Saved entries
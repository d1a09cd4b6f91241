"""A real editor against `conelang serve`: Neovim's built-in LSP client, headless.

Skipped only when `nvim` is missing outside CI; in CI (CI=true) a missing nvim fails.

The cone: sigma = cone(2e1 - e2, e2) is the rational normal cone for d = 2, the quadric cone
V(xz - y^2) ⊂ C^3 with 3 generators of the dual monoid — Cox–Little–Schenck, Toric Varieties,
Example 1.2.22 (from memory).
"""
from __future__ import annotations

import json
import os
import re
import shutil
import subprocess
import sys
from pathlib import Path

import pytest

HERE = Path(__file__).resolve().parent

EXAMPLE = """# the A_1 singularity, and a cone with a mistake
lattice N = Z^2
cone a1 in N { rays (2,-1) (0,1) }
cone bad in N { rays (1,0) (0,1,1) }
expect a1 generators = 3
"""


def test_neovim_diagnostics_hover_and_fix(tmp_path):
    nvim = shutil.which("nvim")
    if nvim is None:
        if os.environ.get("CI"):
            pytest.fail("nvim is not installed, but CI must run the editor test (apt-get install neovim)")
        pytest.skip("nvim is not installed")
    src = tmp_path / "example.cone"
    src.write_text(EXAMPLE)
    out = tmp_path / "result.json"
    env = dict(os.environ,
               CONE_FILE=str(src), CONE_OUT=str(out),
               CONE_SERVER=json.dumps([sys.executable, "-m", "conelang.cli", "serve"]),
               CONE_HOVER_LINE="2", CONE_HOVER_COL=str(EXAMPLE.splitlines()[2].index("a1") + 1),
               CONE_FIX_LINE="3", CONE_FIX_TEXT="cone bad in N { rays (1,0) (0,1) }",
               HOME=str(tmp_path), XDG_CONFIG_HOME=str(tmp_path), XDG_DATA_HOME=str(tmp_path),
               XDG_STATE_HOME=str(tmp_path), XDG_CACHE_HOME=str(tmp_path))
    proc = subprocess.run([nvim, "--headless", "-n", "-i", "NONE", "-u", "NONE", "--noplugin",
                           "-c", f"luafile {HERE / 'nvim_client.lua'}"],
                          env=env, capture_output=True, text=True, timeout=240, stdin=subprocess.DEVNULL)
    assert out.exists(), f"nvim wrote no result (exit {proc.returncode}): {proc.stdout}\n{proc.stderr}"
    result = json.loads(out.read_text())
    assert result["ok"], (result["message"], result["times"])
    # the vector of the wrong length, reported on its line (0-based 3) at its column
    (d,) = result["diagnostics"]
    assert d["lnum"] == 3 and d["col"] == EXAMPLE.splitlines()[3].index("(0,1,1)")
    assert d["code"] == "vector-length" and "rank 2" in d["message"]
    hover = result["hover"]
    assert "C^3" in hover and "generators" in hover
    assert len(re.findall(r"z\d = χ\^", hover)) == 3
    assert re.search(r"z\d\^2", hover) and re.search(r"z\d\*z\d", hover)      # the quadric
    assert result["cleared"] is True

**Description of the task:** The expected response reproduces all of the data precisely.

**Solution:**
repository d1a09cd4b6f91241
"""A real editor against `conelang serve`: Neovim's built-in LSP client, headless.

Skipped only when `nvim` is missing outside CI; in CI (CI=true) a missing nvim fails.

The cone: sigma = cone(2e1 - e2, e2) is the rational normal cone for d = 2, the quadric cone
V(xz - y^2) ⊂ C^3 with 3 generators of the dual monoid — Cox–Little–Schenck, Toric Varieties,
Example 1.2.22 (from memory).
"""
from __future__ import annotations

import json
import os
import re
import shutil
import subprocess
import sys
from pathlib import Path

import pytest

HERE = Path(__file__).resolve().parent

EXAMPLE = """# the A_1 singularity, and a cone with a mistake
lattice N = Z^2
cone a1 in N { rays (2,-1) (0,1) }
cone bad in N { rays (1,0) (0,1,1) }
expect a1 generators = 3
"""


def test_neovim_diagnostics_hover_and_fix(tmp_path):
    nvim = shutil.which("nvim")
    if nvim is None:
        if os.environ.get("CI"):
            pytest.fail("nvim is not installed, but CI must run the editor test (apt-get install neovim)")
        pytest.skip("nvim is not installed")
    src = tmp_path / "example.cone"
    src.write_text(EXAMPLE)
    out = tmp_path / "result.json"
    env = dict(os.environ,
               CONE_FILE=str(src), CONE_OUT=str(out),
               CONE_SERVER=json.dumps([sys.executable, "-m", "conelang.cli", "serve"]),
               CONE_HOVER_LINE="2", CONE_HOVER_COL=str(EXAMPLE.splitlines()[2].index("a1") + 1),
               CONE_FIX_LINE="3", CONE_FIX_TEXT="cone bad in N { rays (1,0) (0,1) }",
               HOME=str(tmp_path), XDG_CONFIG_HOME=str(tmp_path), XDG_DATA_HOME=str(tmp_path),
               XDG_STATE_HOME=str(tmp_path), XDG_CACHE_HOME=str(tmp_path))
    proc = subprocess.run([nvim, "--headless", "-n", "-i", "NONE", "-u", "NONE", "--noplugin",
                           "-c", f"luafile {HERE / 'nvim_client.lua'}"],
                          env=env, capture_output=True, text=True, timeout=240, stdin=subprocess.DEVNULL)
    assert out.exists(), f"nvim wrote no result (exit {proc.returncode}): {proc.stdout}\n{proc.stderr}"
    result = json.loads(out.read_text())
    assert result["ok"], (result["message"], result["times"])
    # the vector of the wrong length, reported on its line (0-based 3) at its column
    (d,) = result["diagnostics"]
    assert d["lnum"] == 3 and d["col"] == EXAMPLE.splitlines()[3].index("(0,1,1)")
    assert d["code"] == "vector-length" and "rank 2" in d["message"]
    hover = result["hover"]
    assert "C^3" in hover and "generators" in hover
    assert len(re.findall(r"z\d = χ\^", hover)) == 3
    assert re.search(r"z\d\^2", hover) and re.search(r"z\d\*z\d", hover)      # the quadric
    assert result["cleared"] is True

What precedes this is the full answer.